Yes, without a doubt, but I like it this way. But I'm open to any
improvement, I fear I'm an ecclectic... ;)

>> -- a working clipping system (which could be better ;)
> I'm losing you here - clipping?

Instant text, snippets. "Glossary" in the old version, "Clippings" in the
new. Common German term is "Textbausteine".

>> -- direct access to UNIX scripts and "filters", which I make heavy
>> use of to
>>    "reengineer" or "refactor" code, or for the simple reoccurring
>> things
>>    that can make life easy.
> Some thing like "run this file/select through that perl script"?
> Again, easily implemented and it sounds useful.

It is, absolutely.

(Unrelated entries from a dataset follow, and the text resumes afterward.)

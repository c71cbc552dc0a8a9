import type { AuthContext } from '../middlewares/authenticate';
import type { SessionClaims } from '../services/sessions';

declare global {
  namespace Express {
    interface Request {
      /** Set by `authenticate`: the signed-in user, their organization and session. */
      auth?: AuthContext;
      /** Set by `requireClaims`: the session cookie's verified claims, before the session is checked. */
      claims?: SessionClaims;
    }
  }
}
export {};
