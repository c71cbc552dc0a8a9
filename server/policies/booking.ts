import type { BookingStatus } from '../../shared/schemas/bookings';
import { BOOKING_TRANSITIONS } from '../../shared/schemas/bookings';
import type { Booking, User } from '../models';

const desk = (actor: User) => actor.role === 'owner' || actor.role === 'office';

export const bookingPolicy = {
  list: (_actor: User) => true,
  read: (actor: User, booking: Booking) => actor.organizationId === booking.organizationId,
  seePrices: (actor: User) => actor.role !== 'crew',
  create: (actor: User) => desk(actor),
  update: (actor: User, booking: Booking) =>
    actor.organizationId === booking.organizationId && desk(actor) && ['draft', 'quoted', 'reserved'].includes(booking.status),
  /** The office moves a booking along; the crew marks it out and back. */
  changeStatus: (actor: User, booking: Booking, to: BookingStatus) => {
    if (actor.organizationId !== booking.organizationId) return false;
    if (!BOOKING_TRANSITIONS[booking.status].includes(to)) return false;
    if (desk(actor)) return true;
    return actor.role === 'crew' && ((booking.status === 'reserved' && to === 'out') || (booking.status === 'out' && to === 'returned'));
  },
  previewQuote: (actor: User) => actor.role !== 'crew',
};
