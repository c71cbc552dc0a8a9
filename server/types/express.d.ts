import type { AuthContext } from '../middlewares/authenticate';

declare global {
  namespace Express {
    interface Request {
      /** Set by `authenticate`: the signed-in user, their organization and session. */
      auth?: AuthContext;
    }
  }
}
export {};
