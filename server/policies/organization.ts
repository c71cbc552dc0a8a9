import type { Organization, User } from '../models';

export const organizationPolicy = {
  read: (actor: User, org: Organization) => actor.organizationId === org.id,
  update: (actor: User, org: Organization) => actor.organizationId === org.id && actor.role === 'owner',
};
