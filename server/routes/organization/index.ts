import { Router } from 'express';
import { fileTypeFromBuffer } from 'file-type';
import { LOGO_MAX_BYTES, LOGO_TYPES } from '../../../shared/schemas/documents';
import { HttpError, notFound } from '../../errors';
import { singleFile } from '../../middlewares/upload';
import { keptImage } from '../../services/images';
import { deleteFile, readFile, storeFile } from '../../services/storage';
import { UpdateOrganizationRequest } from '../../../shared/schemas/organization';
import { audit } from '../../commands/audit';
import { withTransaction } from '../../db';
import { auth, authenticate } from '../../middlewares/authenticate';
import { parsed, validate } from '../../middlewares/validate';
import { Organization } from '../../models';
import { authorize } from '../../policies';
import { presentOrganization } from '../../presenters/organization';

export const organizationRouter = Router();

// The logo printed in the header of the company's documents: PNG or JPEG, checked by content.
organizationRouter.post('/logo', authenticate, (req, _res, next) => {
  const { user, organization } = auth(req);
  authorize(user, 'organization', 'update', organization);
  next();
}, singleFile(LOGO_MAX_BYTES), async (req, res) => {
  const { user } = auth(req);
  const file = req.file!;
  const detected = await fileTypeFromBuffer(file.buffer);
  if (!detected || !(LOGO_TYPES as readonly string[]).includes(detected.mime)) {
    throw new HttpError(415, 'unsupported_media_type', 'Upload the logo as a PNG or JPEG image.', { file: 'Not a PNG or JPEG.' });
  }
  // Refused by its header when too large; kept at the size the documents print it.
  const logo = await keptImage(file.buffer, 'logo');
  const org = await withTransaction(async (t) => {
    const o = (await Organization.findByPk(user.organizationId, { transaction: t, lock: t.LOCK.UPDATE }))!;
    const old = o.logoFileId;
    const name = (file.originalname.replace(/\.[^.]*$/, '').slice(0, 200) || 'logo') + `.${logo.ext}`;
    const stored = await storeFile({ organizationId: o.id, filename: name, contentType: logo.contentType, data: logo.data, purpose: 'logo' }, t);
    o.logoFileId = stored.id;
    await o.save({ transaction: t });
    if (old) await deleteFile(o.id, old, t);
    await audit({ organizationId: o.id, actorUserId: user.id, action: 'organization.logo_updated', subjectType: 'organization', subjectId: o.id, data: { sha256: stored.sha256 } }, req, t);
    return o;
  });
  res.json(presentOrganization(org, user));
});

organizationRouter.get('/logo', authenticate, async (req, res) => {
  const { organization } = auth(req);
  const file = organization.logoFileId ? await readFile(organization.id, organization.logoFileId) : null;
  if (!file) throw notFound('The logo');
  res.setHeader('Content-Type', file.contentType);
  res.setHeader('X-Content-Type-Options', 'nosniff');
  res.setHeader('Cache-Control', 'private, no-cache');
  res.send(file.data);
});

organizationRouter.delete('/logo', authenticate, async (req, res) => {
  const { user } = auth(req);
  const org = await withTransaction(async (t) => {
    const o = (await Organization.findByPk(user.organizationId, { transaction: t, lock: t.LOCK.UPDATE }))!;
    authorize(user, 'organization', 'update', o);
    if (o.logoFileId) {
      const old = o.logoFileId;
      o.logoFileId = null;
      await o.save({ transaction: t });
      await deleteFile(o.id, old, t);
    }
    return o;
  });
  res.json(presentOrganization(org, user));
});

organizationRouter.get('/', authenticate, (req, res) => {
  const { user, organization } = auth(req);
  authorize(user, 'organization', 'read', organization);
  res.json(presentOrganization(organization, user));
});

organizationRouter.patch('/', authenticate, validate(UpdateOrganizationRequest), async (req, res) => {
  const { user } = auth(req);
  const input = parsed<UpdateOrganizationRequest>(res);
  const org = await withTransaction(async (t) => {
    const o = (await Organization.findByPk(user.organizationId, { transaction: t, lock: t.LOCK.UPDATE }))!;
    authorize(user, 'organization', 'update', o);
    const before = o.get({ plain: true });
    o.set(input);
    const changed = (o.changed() || []) as string[];
    await o.save({ transaction: t });
    await audit(
      { organizationId: o.id, actorUserId: user.id, action: 'organization.updated', subjectType: 'organization', subjectId: o.id, data: { changed: Object.fromEntries(changed.map((k) => [k, { from: (before as Record<string, unknown>)[k], to: o.get(k) }])) } },
      req,
      t,
    );
    return o;
  });
  res.json(presentOrganization(org, user));
});
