import { Router } from 'express';
import { UpdateOrganizationRequest } from '../../../shared/schemas/organization';
import { audit } from '../../commands/audit';
import { withTransaction } from '../../db';
import { auth, authenticate } from '../../middlewares/authenticate';
import { parsed, validate } from '../../middlewares/validate';
import { Organization } from '../../models';
import { authorize } from '../../policies';
import { presentOrganization } from '../../presenters/organization';

export const organizationRouter = Router();

organizationRouter.get('/', authenticate, (req, res) => {
  const { user, organization } = auth(req);
  authorize(user, 'organization', 'read', organization);
  res.json(presentOrganization(organization, user));
});

organizationRouter.patch('/', authenticate, validate(UpdateOrganizationRequest), async (req, res) => {
  const { user } = auth(req);
  const input = parsed<UpdateOrganizationRequest>(res);
  const org = await withTransaction(async (t) => {
    const o = (await Organization.findByPk(user.organizationId, { transaction: t, lock: t.LOCK.UPDATE }))!;
    authorize(user, 'organization', 'update', o);
    const before = o.get({ plain: true });
    o.set(input);
    const changed = (o.changed() || []) as string[];
    await o.save({ transaction: t });
    await audit(
      { organizationId: o.id, actorUserId: user.id, action: 'organization.updated', subjectType: 'organization', subjectId: o.id, data: { changed: Object.fromEntries(changed.map((k) => [k, { from: (before as Record<string, unknown>)[k], to: o.get(k) }])) } },
      req,
      t,
    );
    return o;
  });
  res.json(presentOrganization(org, user));
});
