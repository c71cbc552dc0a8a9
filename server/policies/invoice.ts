import type { Invoice, User } from '../models';

const desk = (actor: User) => actor.role === 'owner' || actor.role === 'office';

export const invoicePolicy = {
  /** The bookkeeper reads invoices and payments; the crew sees no money. */
  read: (actor: User, invoice?: Invoice) => (!invoice || actor.organizationId === invoice.organizationId) && actor.role !== 'crew',
  create: (actor: User) => desk(actor),
  issue: (actor: User, invoice: Invoice) => actor.organizationId === invoice.organizationId && desk(actor) && invoice.status === 'draft',
  recordPayment: (actor: User, invoice: Invoice) =>
    actor.organizationId === invoice.organizationId && desk(actor) && invoice.kind !== 'credit_note' && ['open', 'partly_paid'].includes(invoice.status),
  void: (actor: User, invoice: Invoice) =>
    actor.organizationId === invoice.organizationId && actor.role === 'owner' && invoice.kind !== 'credit_note' && invoice.status !== 'void' &&
    invoice.paidCents === 0 && invoice.creditNotesCents === 0,
  /**
   * Withdrawing an issued invoice's pay links (one went to the wrong person, or was forwarded):
   * the desk that sends them. Paid and void invoices too, since their links still show the invoice.
   */
  revokePayLink: (actor: User, invoice: Invoice) =>
    actor.organizationId === invoice.organizationId && desk(actor) && invoice.kind !== 'credit_note' && invoice.status !== 'draft',
  /** A credit note lowers an issued invoice that is not yet fully credited. */
  creditNote: (actor: User, invoice: Invoice) =>
    actor.organizationId === invoice.organizationId && desk(actor) && invoice.kind !== 'credit_note' &&
    ['open', 'partly_paid', 'paid'].includes(invoice.status) && invoice.creditNotesCents < invoice.totalCents,
};
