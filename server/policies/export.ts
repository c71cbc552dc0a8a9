import type { User } from '../models';

/**
 * Exports hand the company's books over as files: the bookkeeper's job, and the owner's. The
 * office and the crew get 403; rows are always the actor's own company's (the queries filter by
 * organization), so there is no record to check here.
 */
export const exportPolicy = {
  run: (actor: User) => actor.role === 'owner' || actor.role === 'bookkeeper',
  history: (actor: User) => actor.role === 'owner' || actor.role === 'bookkeeper',
};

And BBEdit has a palette for this kind of stuff, too.
Configurable in extenso, script files to feed it are stored in "Application
Support", it can have nested subsections, it's Alias-aware, you can assign
keyboard shortcuts to single scripts, etc.
Sorry that I said that "palette"-word again -- I know, not everyone is a fan
of palettes. For me, often used actions are just a click away, and that's
why I like them in BBEdit.
BTW, what about a configurable palette for R-scripts in R-app? Logic: Set up
your palette (project-wise changing, or for the rest of your days), and
execute your R-scripts with a click. A palette for the command history would
be VERY useful, too. (You see, the horror starts as soon as you ask people
to be creative ;-) 

>> -- syntax folding, which is said to be a nice feature, but I don't
>> have that
>>    new version, and so I don't have an own opinion.
>> That's rather specialized, isn't it?
> Not really. Sure everyone has his own coding style, so why not
> provide the versatility.

Pleased to hear, though I fear it's a LOT of work.

>> ... while BBEdit on the other hand doesn't have code completion, of
>> course (one of the most criticized aspects). But, you know, I don't
>> profit that much from code completion at the moment. As a relative
>> beginner, I prefer to have the help pages open in R.app and look up
>> what I need. Gives me a better illusion of control ;-) Hopefully
>> that will change, and then in turn may (or may not) change my
>> working style.
> Admittedly I couldn't live especially without argument hints as I got
> so used to it. Still, it's interesting, because I would classify many
> of the features you list as "power-features", definitely not for a
> beginner ;).

A question of feeling, or self-assessment?
No, seriously, I'm just beginning to learn R and figure out how things work
-- that's the beginner's part. But I know (more or less) what I want to
achieve, I have some experience with Perl and AppleScript, and SQL, a bit
XML/XSLT, and of course an elaborated personal style of working. Take it
with a grain of salt -- my skills are only half-cooked, I'm not a trained
But I made an interesting experience, repeatedly during the years: I try to
use what a program offers. If it has power features, they are there for a
reason, and I try to find out, in which respect this or that could be useful
for my own work, and adopt what I need. Step by step. Power features can
make beginners become power users, if they are available. Makes sense?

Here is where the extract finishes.